[How to complete this task]:
Among the entries below, please show each line that carries the word "every".

[Information given]:
——————————
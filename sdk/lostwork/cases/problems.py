"""Collecting what is wrong with a case, so that several mistakes are told at once."""

from __future__ import annotations

import difflib
import re
from collections.abc import Iterable, Mapping
from types import MappingProxyType

from lostwork.errors import (
    AmbiguousComponent,
    CaseError,
    CompositionError,
    FieldError,
    IllPosed,
    InternalDisagreement,
    LostworkError,
    OutOfLimits,
    PairRefused,
    PluginError,
    PluginNotFound,
    ProcessError,
    QuantityError,
    UnknownComponent,
)

__all__ = ["Problems", "nearest"]


class Problems:
    """The problems found in one case file, each with its table and field."""

    def __init__(self, file: str) -> None:
        self.file = file
        self._found: list[tuple[str, str, str]] = []
        self._cause: LostworkError | None = None

    def __len__(self) -> int:
        return len(self._found)

    def add(self, table: str, field: str, text: str) -> None:
        """Keep a problem found by the case itself."""
        self._found.append((table, field, text))

    def wrap(
        self,
        table: str,
        error: LostworkError,
        *,
        fields: Iterable[str] = (),
        field: str = "",
        renamed: Mapping[str, str] = MappingProxyType({}),
    ) -> None:
        """Keep an error raised by what a table describes.

        Parameters
        ----------
        table
            The table at fault.
        error
            The first one becomes the cause of the `CaseError`.
        fields
            Fields of the table; one that the message names is taken for the field at fault.
        field
            The field at fault where the error itself does not say.
        renamed
            Fields that the error knows by another name than the table does.

        Raises
        ------
        InternalDisagreement
            `error` is one: a defect, which no change of the case mends.
        """
        if isinstance(error, InternalDisagreement):
            raise error
        if self._cause is None:
            self._cause = error
        for named, text in _told(error, tuple(fields)):
            self.add(table, renamed.get(named, named) or field, text)

    def require_none(self) -> None:
        """Raise what was found.

        Raises
        ------
        CaseError
            Anything was found; chained to the first error that was wrapped.
        """
        if self._found:
            raise self.error() from self._cause

    def error(self) -> CaseError:
        """Give the error that lists what was found."""
        return CaseError(file=self.file, problems=tuple(self._found))


def nearest(name: str, known: Iterable[str]) -> str:
    """Say which known names are meant perhaps, or which there are."""
    known = sorted(known)
    if not known:
        return "none is defined"
    meant = _meant(name, known)
    if meant:
        return meant
    listed = ", ".join(repr(entry) for entry in known[:12])
    return f"expected one of {listed}" + (" ..." if len(known) > 12 else "")


def _meant(name: str, known: Iterable[str]) -> str:
    close = difflib.get_close_matches(name, list(known), n=3, cutoff=0.6)
    return f"perhaps {' or '.join(repr(entry) for entry in close)} is meant" if close else ""


def _told(error: LostworkError, fields: tuple[str, ...]) -> list[tuple[str, str]]:
    """Give field and text of every problem in an error."""
    text = error.message
    match error:
        case FieldError():
            return list(error.problems)
        case QuantityError():
            return [(error.field, text.removeprefix(f"{error.field}: "))]
        case PluginNotFound():
            meant = _meant(error.name, error.installed)
            return [(_field_at_fault(error, fields), f"{text} {meant}".strip())]
        case PairRefused():
            return [(" and ".join(error.given), text)]
        case _:
            return [(_field_at_fault(error, fields), _without_name(error))]


def _field_at_fault(error: LostworkError, fields: tuple[str, ...]) -> str:
    match error:
        case ProcessError():
            return _field_named_in(error.reason, fields)
        case IllPosed():
            return error.balance if error.balance in fields else ""
        case OutOfLimits():
            return error.fluid if error.fluid in fields else ""
        case UnknownComponent() | AmbiguousComponent() | CompositionError():
            return "components" if "components" in fields else ""
        case PluginError():
            return "backend" if "backend" in fields else ""
        case _:
            return ""


def _without_name(error: LostworkError) -> str:
    """Give the message without the name of the step or stream, which the table says already."""
    named = isinstance(error, ProcessError | IllPosed | OutOfLimits)
    return str(getattr(error, "reason", "")) if named else error.message


def _field_named_in(text: str, fields: tuple[str, ...]) -> str:
    """Give the field that a message names; one with an underscore is no word of plain text."""
    named = [field for field in fields if re.search(rf"\b{re.escape(field)}\b", text)]
    return min(named, key=lambda field: ("_" not in field, text.index(field)), default="")
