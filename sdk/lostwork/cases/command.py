"""The command ``lostwork``: its grammar, and how it ends.

Only the grammar is imported here; what a command needs is imported when it runs, so that
``lostwork --help`` answers at once.
"""

from __future__ import annotations

import argparse
import os
import sys
import traceback
from collections.abc import Sequence
from typing import TextIO

from lostwork import __version__
from lostwork.cases.exit_codes import DEFECT, INTERRUPTED, WRONG
from lostwork.errors import InternalDisagreement, LostworkError

__all__ = ["main"]

_EXIT_CODES = (
    "exit codes: 0 done, 1 a step is impossible or unbalanced, 2 the case or the call is wrong, "
    "3 a defect of lostwork or of a plugin, 130 interrupted"
)
_LONGEST_LINE = 600


def main(argv: Sequence[str] | None = None) -> int:
    """Run the command and give its exit code.

    Parameters
    ----------
    argv
        Arguments; those of the process when left out.

    Returns
    -------
    int
        See `lostwork.cases.exit_codes`.
    """
    try:
        arguments = _grammar().parse_args(argv)
    except SystemExit as leaving:  # the parser has said what is wrong, or printed the help
        return leaving.code if isinstance(leaving.code, int) else WRONG
    try:
        return _run(arguments)
    except KeyboardInterrupt:
        print("\ninterrupted", file=sys.stderr)
        return INTERRUPTED
    except InternalDisagreement as error:
        _say(f"defect: {error}")
        return DEFECT
    except LostworkError as error:
        _say(str(error))
        return WRONG
    except Exception:  # a bug must neither look like a mistake of the user's nor like a verdict
        traceback.print_exc()
        _say("defect: this is a bug of lostwork or of a plugin; please report it with the case")
        return DEFECT


def _run(arguments: argparse.Namespace) -> int:
    from lostwork.cases import running  # noqa: PLC0415 - heavy; not needed for the help

    code, text = running.RUN[arguments.command](arguments)
    output = getattr(arguments, "output", None)
    if output is not None:
        running.write(text, output)
    else:
        _print(text)
    return code


def _grammar() -> argparse.ArgumentParser:
    parser = argparse.ArgumentParser(
        prog="lostwork",
        description="Second-law audit of process equipment: is each step possible, how much work "
        "is lost, where, and by which mechanism.",
        epilog=_EXIT_CODES,
        allow_abbrev=False,
    )
    parser.add_argument("--version", action="version", version=f"lostwork {__version__}")
    commands = parser.add_subparsers(dest="command", required=True, metavar="COMMAND")

    audit = commands.add_parser(
        "audit",
        help="rank the losses of a case and judge every step",
        epilog=_EXIT_CODES,
        allow_abbrev=False,
    )
    audit.add_argument("case", metavar="CASE", help="a TOML case file")
    audit.add_argument("--backend", metavar="NAME", help="property backend for every fluid")
    _report_options(audit)

    compare = commands.add_parser(
        "compare",
        help="audit a case under several property backends",
        epilog=_EXIT_CODES,
        allow_abbrev=False,
    )
    compare.add_argument("case", metavar="CASE", help="a TOML case file")
    compare.add_argument("backends", metavar="BACKEND", nargs="+", help="two or more backends")
    _report_options(compare)

    commands.add_parser("plugins", help="list what is installed, and what failed to load")

    fields = commands.add_parser("fields", help="list the fields of a process type")
    fields.add_argument(
        "process", metavar="TYPE", nargs="?", help="a process type; all are listed without it"
    )
    return parser


def _report_options(parser: argparse.ArgumentParser) -> None:
    parser.add_argument(
        "--as",
        dest="form",
        metavar="EXPORTER",
        help="form of the report (default: by the suffix of --output, else table)",
    )
    parser.add_argument("--output", metavar="FILE", help="write the report to a file")


def _say(text: str) -> None:
    """Print a message on stderr; a quoted value must neither steer the terminal nor flood it."""
    for line in text.split("\n"):
        shown = "".join(c if c.isprintable() else c.encode("unicode_escape").decode() for c in line)
        if len(shown) > _LONGEST_LINE:
            shown = f"{shown[:_LONGEST_LINE]} ..."
        _write(f"lostwork: {shown}\n", sys.stderr)


def _print(text: str) -> None:
    _write(text if text.endswith("\n") else f"{text}\n", sys.stdout)


def _write(text: str, stream: TextIO) -> None:
    encoding = stream.encoding or "utf-8"
    try:
        stream.write(text.encode(encoding, errors="replace").decode(encoding))
        stream.flush()
    except BrokenPipeError:
        # The reader has seen enough; what the audit found still decides the exit code.  Python
        # flushes once more when it leaves, which must go nowhere.
        nowhere = os.open(os.devnull, os.O_WRONLY)
        os.dup2(nowhere, stream.fileno())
——————————
[Result of the task]:
    """Give field and text of every problem in an error."""
        help="rank the losses of a case and judge every step",
    audit.add_argument("--backend", metavar="NAME", help="property backend for every fluid")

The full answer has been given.